§ **About this exercise**: The answer must be every line of the records in which the string "planet" appears.

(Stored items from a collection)

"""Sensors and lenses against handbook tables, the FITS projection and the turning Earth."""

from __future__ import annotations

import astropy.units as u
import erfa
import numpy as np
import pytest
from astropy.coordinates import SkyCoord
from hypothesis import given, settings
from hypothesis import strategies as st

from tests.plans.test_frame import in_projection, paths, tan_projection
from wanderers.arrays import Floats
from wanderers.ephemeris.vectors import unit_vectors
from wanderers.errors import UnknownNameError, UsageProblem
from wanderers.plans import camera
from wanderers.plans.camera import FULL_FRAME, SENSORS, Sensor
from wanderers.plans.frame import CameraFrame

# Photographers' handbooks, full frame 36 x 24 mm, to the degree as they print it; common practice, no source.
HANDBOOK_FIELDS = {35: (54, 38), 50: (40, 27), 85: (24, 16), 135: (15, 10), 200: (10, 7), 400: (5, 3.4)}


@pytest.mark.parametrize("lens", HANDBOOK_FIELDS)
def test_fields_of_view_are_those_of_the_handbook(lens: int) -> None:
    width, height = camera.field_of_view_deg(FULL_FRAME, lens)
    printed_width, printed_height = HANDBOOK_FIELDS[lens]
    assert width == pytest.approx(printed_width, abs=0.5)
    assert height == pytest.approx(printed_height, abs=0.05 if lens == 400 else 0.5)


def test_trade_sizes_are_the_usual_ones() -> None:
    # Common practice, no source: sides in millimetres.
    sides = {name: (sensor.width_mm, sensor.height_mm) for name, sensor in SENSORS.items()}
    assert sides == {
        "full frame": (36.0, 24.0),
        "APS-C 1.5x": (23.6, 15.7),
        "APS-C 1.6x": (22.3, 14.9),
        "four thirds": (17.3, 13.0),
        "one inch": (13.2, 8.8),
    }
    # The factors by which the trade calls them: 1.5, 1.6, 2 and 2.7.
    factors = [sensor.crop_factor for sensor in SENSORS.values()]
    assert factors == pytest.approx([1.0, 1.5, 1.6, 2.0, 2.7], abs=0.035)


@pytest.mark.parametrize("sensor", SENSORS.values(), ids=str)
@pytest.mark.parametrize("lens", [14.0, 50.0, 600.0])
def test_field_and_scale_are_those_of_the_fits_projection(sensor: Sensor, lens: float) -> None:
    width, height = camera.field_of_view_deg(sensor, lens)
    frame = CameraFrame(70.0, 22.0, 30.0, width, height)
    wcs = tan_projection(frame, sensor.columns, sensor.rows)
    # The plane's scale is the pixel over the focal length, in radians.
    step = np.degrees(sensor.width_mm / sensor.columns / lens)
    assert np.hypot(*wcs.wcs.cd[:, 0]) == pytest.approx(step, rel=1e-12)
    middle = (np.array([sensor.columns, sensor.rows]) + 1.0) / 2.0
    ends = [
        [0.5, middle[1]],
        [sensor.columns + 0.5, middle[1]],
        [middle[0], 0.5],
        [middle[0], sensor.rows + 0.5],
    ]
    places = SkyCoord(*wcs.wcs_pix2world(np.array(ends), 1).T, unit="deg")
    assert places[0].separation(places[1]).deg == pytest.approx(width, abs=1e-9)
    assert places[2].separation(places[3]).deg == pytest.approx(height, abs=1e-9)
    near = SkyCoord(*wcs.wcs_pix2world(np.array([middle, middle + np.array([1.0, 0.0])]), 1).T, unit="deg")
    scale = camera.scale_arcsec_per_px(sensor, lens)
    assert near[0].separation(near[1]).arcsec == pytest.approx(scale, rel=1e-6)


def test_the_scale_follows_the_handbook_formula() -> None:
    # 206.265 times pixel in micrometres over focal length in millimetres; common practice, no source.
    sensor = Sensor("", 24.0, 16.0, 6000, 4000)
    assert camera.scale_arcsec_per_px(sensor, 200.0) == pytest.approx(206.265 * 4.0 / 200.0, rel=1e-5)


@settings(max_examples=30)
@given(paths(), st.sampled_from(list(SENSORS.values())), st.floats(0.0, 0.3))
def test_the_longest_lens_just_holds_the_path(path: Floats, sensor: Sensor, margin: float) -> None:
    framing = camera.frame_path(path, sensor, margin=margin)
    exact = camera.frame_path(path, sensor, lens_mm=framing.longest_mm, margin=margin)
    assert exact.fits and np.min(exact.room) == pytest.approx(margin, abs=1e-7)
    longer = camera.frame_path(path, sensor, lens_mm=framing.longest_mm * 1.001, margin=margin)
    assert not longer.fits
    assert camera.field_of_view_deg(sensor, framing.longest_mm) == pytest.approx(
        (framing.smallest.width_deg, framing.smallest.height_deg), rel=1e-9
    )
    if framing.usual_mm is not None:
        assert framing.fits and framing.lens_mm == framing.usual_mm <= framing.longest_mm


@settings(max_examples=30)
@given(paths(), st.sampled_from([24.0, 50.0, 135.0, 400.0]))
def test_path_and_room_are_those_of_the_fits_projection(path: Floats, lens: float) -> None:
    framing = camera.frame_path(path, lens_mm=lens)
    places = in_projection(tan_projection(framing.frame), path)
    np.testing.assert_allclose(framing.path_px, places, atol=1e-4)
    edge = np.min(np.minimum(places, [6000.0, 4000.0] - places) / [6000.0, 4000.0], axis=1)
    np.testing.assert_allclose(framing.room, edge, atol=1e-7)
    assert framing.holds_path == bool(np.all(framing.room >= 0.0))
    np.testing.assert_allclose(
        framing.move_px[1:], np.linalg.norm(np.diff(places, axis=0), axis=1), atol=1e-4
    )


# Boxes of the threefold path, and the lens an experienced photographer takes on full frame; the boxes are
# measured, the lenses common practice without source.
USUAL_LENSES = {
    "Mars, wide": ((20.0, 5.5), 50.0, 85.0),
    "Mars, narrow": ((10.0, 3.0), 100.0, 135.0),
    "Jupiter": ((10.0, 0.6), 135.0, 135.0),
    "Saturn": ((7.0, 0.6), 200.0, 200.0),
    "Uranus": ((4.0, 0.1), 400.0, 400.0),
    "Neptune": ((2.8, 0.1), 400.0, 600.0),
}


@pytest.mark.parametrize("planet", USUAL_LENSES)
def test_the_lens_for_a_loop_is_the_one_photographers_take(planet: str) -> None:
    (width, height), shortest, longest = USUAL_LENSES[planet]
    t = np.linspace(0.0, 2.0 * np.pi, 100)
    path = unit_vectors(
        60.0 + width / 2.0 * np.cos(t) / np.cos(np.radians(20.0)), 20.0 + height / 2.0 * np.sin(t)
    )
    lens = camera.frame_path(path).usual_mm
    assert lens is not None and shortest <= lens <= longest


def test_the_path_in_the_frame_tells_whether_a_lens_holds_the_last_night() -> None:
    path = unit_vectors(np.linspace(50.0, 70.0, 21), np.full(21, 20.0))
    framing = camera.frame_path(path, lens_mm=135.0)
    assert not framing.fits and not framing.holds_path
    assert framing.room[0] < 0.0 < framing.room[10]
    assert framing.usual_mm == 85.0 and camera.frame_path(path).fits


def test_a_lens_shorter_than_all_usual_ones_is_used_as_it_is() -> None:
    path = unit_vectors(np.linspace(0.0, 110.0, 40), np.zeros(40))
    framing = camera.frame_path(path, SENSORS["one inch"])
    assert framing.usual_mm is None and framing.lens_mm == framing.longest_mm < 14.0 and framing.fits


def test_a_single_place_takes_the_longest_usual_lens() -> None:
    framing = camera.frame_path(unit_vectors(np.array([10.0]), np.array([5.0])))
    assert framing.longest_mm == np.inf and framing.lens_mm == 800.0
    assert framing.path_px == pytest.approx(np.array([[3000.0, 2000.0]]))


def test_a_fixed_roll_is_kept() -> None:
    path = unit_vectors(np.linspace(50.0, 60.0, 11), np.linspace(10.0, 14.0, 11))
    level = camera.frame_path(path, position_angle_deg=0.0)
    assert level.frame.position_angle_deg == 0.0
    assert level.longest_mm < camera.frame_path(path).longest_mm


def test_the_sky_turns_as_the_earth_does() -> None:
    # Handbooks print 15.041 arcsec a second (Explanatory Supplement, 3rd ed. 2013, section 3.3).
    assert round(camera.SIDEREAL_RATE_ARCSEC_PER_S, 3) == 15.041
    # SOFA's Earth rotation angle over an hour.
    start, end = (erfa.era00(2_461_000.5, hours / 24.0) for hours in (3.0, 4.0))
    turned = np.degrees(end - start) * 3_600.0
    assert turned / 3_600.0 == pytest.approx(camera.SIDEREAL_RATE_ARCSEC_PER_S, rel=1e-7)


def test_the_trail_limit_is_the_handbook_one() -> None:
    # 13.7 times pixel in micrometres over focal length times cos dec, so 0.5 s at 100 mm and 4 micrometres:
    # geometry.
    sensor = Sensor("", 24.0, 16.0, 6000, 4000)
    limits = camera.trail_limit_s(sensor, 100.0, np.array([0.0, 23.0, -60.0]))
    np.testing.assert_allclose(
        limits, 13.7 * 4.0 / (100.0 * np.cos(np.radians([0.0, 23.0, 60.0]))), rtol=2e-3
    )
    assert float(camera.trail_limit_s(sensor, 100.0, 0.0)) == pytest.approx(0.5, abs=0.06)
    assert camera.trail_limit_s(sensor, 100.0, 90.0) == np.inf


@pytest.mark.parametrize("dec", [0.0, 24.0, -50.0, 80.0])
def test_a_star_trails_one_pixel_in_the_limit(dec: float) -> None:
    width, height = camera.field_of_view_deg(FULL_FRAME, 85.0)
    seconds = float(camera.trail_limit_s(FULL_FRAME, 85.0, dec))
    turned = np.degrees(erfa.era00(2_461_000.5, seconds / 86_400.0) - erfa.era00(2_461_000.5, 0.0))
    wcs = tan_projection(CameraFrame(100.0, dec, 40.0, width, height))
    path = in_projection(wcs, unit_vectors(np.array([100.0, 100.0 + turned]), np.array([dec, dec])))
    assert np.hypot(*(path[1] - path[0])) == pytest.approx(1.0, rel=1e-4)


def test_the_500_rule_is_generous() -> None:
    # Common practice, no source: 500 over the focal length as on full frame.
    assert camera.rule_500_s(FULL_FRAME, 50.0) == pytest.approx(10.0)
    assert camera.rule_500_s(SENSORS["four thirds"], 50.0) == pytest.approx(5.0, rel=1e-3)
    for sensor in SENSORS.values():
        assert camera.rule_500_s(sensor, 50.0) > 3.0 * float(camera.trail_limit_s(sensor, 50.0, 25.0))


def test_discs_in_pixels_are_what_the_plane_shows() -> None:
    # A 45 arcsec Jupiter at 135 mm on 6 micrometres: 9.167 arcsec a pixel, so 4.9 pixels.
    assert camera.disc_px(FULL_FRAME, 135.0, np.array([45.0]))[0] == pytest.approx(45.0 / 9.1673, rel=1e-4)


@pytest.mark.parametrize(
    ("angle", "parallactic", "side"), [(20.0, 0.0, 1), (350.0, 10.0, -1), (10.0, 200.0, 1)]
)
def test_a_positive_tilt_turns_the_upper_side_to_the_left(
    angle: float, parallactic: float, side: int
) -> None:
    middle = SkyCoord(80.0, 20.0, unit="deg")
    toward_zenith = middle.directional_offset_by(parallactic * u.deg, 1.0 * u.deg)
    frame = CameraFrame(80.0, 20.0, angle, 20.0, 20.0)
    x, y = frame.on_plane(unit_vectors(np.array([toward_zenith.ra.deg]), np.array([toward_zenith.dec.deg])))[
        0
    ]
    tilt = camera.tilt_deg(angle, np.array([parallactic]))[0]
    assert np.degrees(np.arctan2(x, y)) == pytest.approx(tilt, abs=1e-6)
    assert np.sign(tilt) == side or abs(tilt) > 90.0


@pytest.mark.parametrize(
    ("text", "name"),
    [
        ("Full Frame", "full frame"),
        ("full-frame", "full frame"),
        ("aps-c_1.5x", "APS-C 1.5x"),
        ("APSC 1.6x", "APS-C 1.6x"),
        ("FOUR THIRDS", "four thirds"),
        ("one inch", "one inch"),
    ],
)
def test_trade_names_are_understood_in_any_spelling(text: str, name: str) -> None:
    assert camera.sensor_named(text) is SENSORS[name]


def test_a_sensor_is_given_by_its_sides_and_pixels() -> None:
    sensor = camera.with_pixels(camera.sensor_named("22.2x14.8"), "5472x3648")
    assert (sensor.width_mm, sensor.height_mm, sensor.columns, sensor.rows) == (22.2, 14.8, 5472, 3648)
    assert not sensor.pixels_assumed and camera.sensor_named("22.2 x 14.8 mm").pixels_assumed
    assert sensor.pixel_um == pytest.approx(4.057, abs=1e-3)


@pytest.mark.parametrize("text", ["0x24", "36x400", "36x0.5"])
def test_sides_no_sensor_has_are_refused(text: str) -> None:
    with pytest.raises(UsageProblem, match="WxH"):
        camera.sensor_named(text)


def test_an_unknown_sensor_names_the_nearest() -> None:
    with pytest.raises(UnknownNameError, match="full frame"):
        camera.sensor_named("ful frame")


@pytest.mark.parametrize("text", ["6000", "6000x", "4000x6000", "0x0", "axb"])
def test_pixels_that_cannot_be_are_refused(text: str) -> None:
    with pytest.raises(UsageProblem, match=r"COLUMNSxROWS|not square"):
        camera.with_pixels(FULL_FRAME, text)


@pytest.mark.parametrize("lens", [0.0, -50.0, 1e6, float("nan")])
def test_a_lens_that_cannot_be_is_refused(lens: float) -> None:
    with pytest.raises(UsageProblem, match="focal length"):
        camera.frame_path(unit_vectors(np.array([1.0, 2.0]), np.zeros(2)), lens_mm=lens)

§ **Task result**:
@pytest.mark.parametrize("planet", USUAL_LENSES)
def test_the_lens_for_a_loop_is_the_one_photographers_take(planet: str) -> None:
    (width, height), shortest, longest = USUAL_LENSES[planet]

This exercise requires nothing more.